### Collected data
//! Growth keeps bodies compact, every site holds one cell, and exposure is what neighbours say.

use std::collections::BTreeSet;

use rand::SeedableRng;
use rand_xoshiro::Xoshiro256PlusPlus;

use super::{Growth, Pace};

const PACE: Pace = Pace { net_income_eu_per_h: 1.0, division_cost_eu: 8.0, division_cv: 0.0 };

fn random(seed: u64) -> Xoshiro256PlusPlus {
    Xoshiro256PlusPlus::seed_from_u64(seed)
}

#[test]
fn a_grown_body_fills_whole_shells_before_it_starts_another() {
    for (propagule, adult) in [(1, 1), (1, 2), (1, 13), (3, 20), (1, 64), (1, 100), (1, 1000)] {
        for cv in [0.0, 0.3] {
            let mut growth = Growth::of_clump(propagule, adult);
            let pace = Pace { division_cv: cv, ..PACE };
            let places: BTreeSet<u32> =
                growth.grow(&pace, f64::INFINITY, &mut random(7)).places.iter().copied().collect();
            assert_eq!(places.len(), adult, "two cells share a site");
            let lattice = growth.lattice();
            let full = lattice.shell_ends().iter().rev().find(|end| **end <= adult).unwrap();
            assert!(lattice.order()[..*full].iter().all(|place| places.contains(place)));
            assert!(places.iter().all(|place| lattice.order().contains(place)));
        }
    }
}

#[test]
fn exposure_agrees_with_counting_empty_neighbours() {
    for adult in [1, 12, 13, 55, 64, 300] {
        let mut growth = Growth::of_clump(1, adult);
        let mut rng = random(11);
        for _ in 0..20 {
            let body = growth.grow(&PACE, f64::INFINITY, &mut rng);
            let places = body.places.to_vec();
            let occupied: BTreeSet<u32> = places.iter().copied().collect();
            let counted: Vec<bool> = places
                .iter()
                .map(|&place| growth.lattice().neighbours(place).any(|p| !occupied.contains(&p)))
                .collect();
            assert_eq!(growth.exposed().collect::<Vec<_>>(), counted);
        }
    }
}

#[test]
fn the_cuboctahedron_of_13_cells_has_one_interior_cell() {
    // Cuboctahedral totals 1, 13, 55, 147 (10 d^2 + 2 sites per shell of steps; Conway & Sloane);
    // the ball of 13 sites is the first of them.
    let mut growth = Growth::of_clump(1, 13);
    growth.grow(&PACE, f64::INFINITY, &mut random(3));
    assert_eq!(growth.exposed().filter(|exposed| !exposed).count(), 1);
}

#[test]
fn synchronous_rounds_label_half_the_cells_each_way() {
    let mut growth = Growth::of_clump(1, 64);
    let body = growth.grow(&PACE, f64::INFINITY, &mut random(5));
    assert_eq!(body.labels.iter().filter(|label| **label == 1).count(), 32);
    assert_eq!(body.labels.iter().filter(|label| **label == -1).count(), 32);
    approx::assert_relative_eq!(body.duration_h, 6.0 * 8.0);
}

#[test]
fn a_partial_last_round_leaves_full_reserves_where_nothing_divided() {
    let mut growth = Growth::of_clump(1, 100);
    let body = growth.grow(&PACE, f64::INFINITY, &mut random(5));
    assert_eq!(body.reserves_eu.iter().filter(|eu| **eu > 7.999).count(), 64 - 36);
    approx::assert_relative_eq!(body.duration_h, 7.0 * 8.0);
}

#[test]
fn growth_stops_when_its_time_is_over_and_never_starts_without_income() {
    let mut growth = Growth::of_clump(1, 64);
    let body = growth.grow(&PACE, 20.0, &mut random(5));
    assert_eq!(body.places.len(), 4);
    assert!(body.reserves_eu.iter().all(|eu| (*eu - 4.0).abs() < 1e-5));
    let starved = Pace { net_income_eu_per_h: 0.0, ..PACE };
    assert!(growth.grow(&starved, 100.0, &mut random(5)).duration_h.is_infinite());
}

#[test]
fn varying_costs_keep_the_mean_interval_of_the_first_division() {
    // Mean of the first division time over 4,000 bodies: 8 h, standard error 8 * 0.2 / sqrt(4000).
    let pace = Pace { division_cv: 0.2, ..PACE };
    let mut growth = Growth::of_clump(1, 2);
    let mut rng = random(17);
    let total: f64 =
        (0..4000).map(|_| growth.grow(&pace, f64::INFINITY, &mut rng).duration_h).sum();
    let error = 8.0 * 0.2 / 4000f64.sqrt();
    assert!((total / 4000.0 - 8.0).abs() < 4.0 * error, "mean {}", total / 4000.0);
}

#[test]
fn every_cell_stays_where_the_occupancy_says() {
    // After growth, the cells' own places and the grid's occupants must name each other.
    let mut growth = Growth::of_clump(1, 500);
    let body = growth.grow(&PACE, f64::INFINITY, &mut random(23));
    let distinct: BTreeSet<u32> = body.places.iter().copied().collect();
    assert_eq!(distinct.len(), 500);
    assert_eq!(body.labels.len(), 500);
    assert_eq!(body.reserves_eu.len(), 500);
}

### About this exercise
Every line in the entries above that has the word "INFINITY" should be identified and copied.

### Expected answer
                growth.grow(&pace, f64::INFINITY, &mut random(7)).places.iter().copied().collect();
            let body = growth.grow(&PACE, f64::INFINITY, &mut rng);
    growth.grow(&PACE, f64::INFINITY, &mut random(3));
    let body = growth.grow(&PACE, f64::INFINITY, &mut random(5));
    let body = growth.grow(&PACE, f64::INFINITY, &mut random(5));
        (0..4000).map(|_| growth.grow(&pace, f64::INFINITY, &mut rng).duration_h).sum();
    let body = growth.grow(&PACE, f64::INFINITY, &mut random(23));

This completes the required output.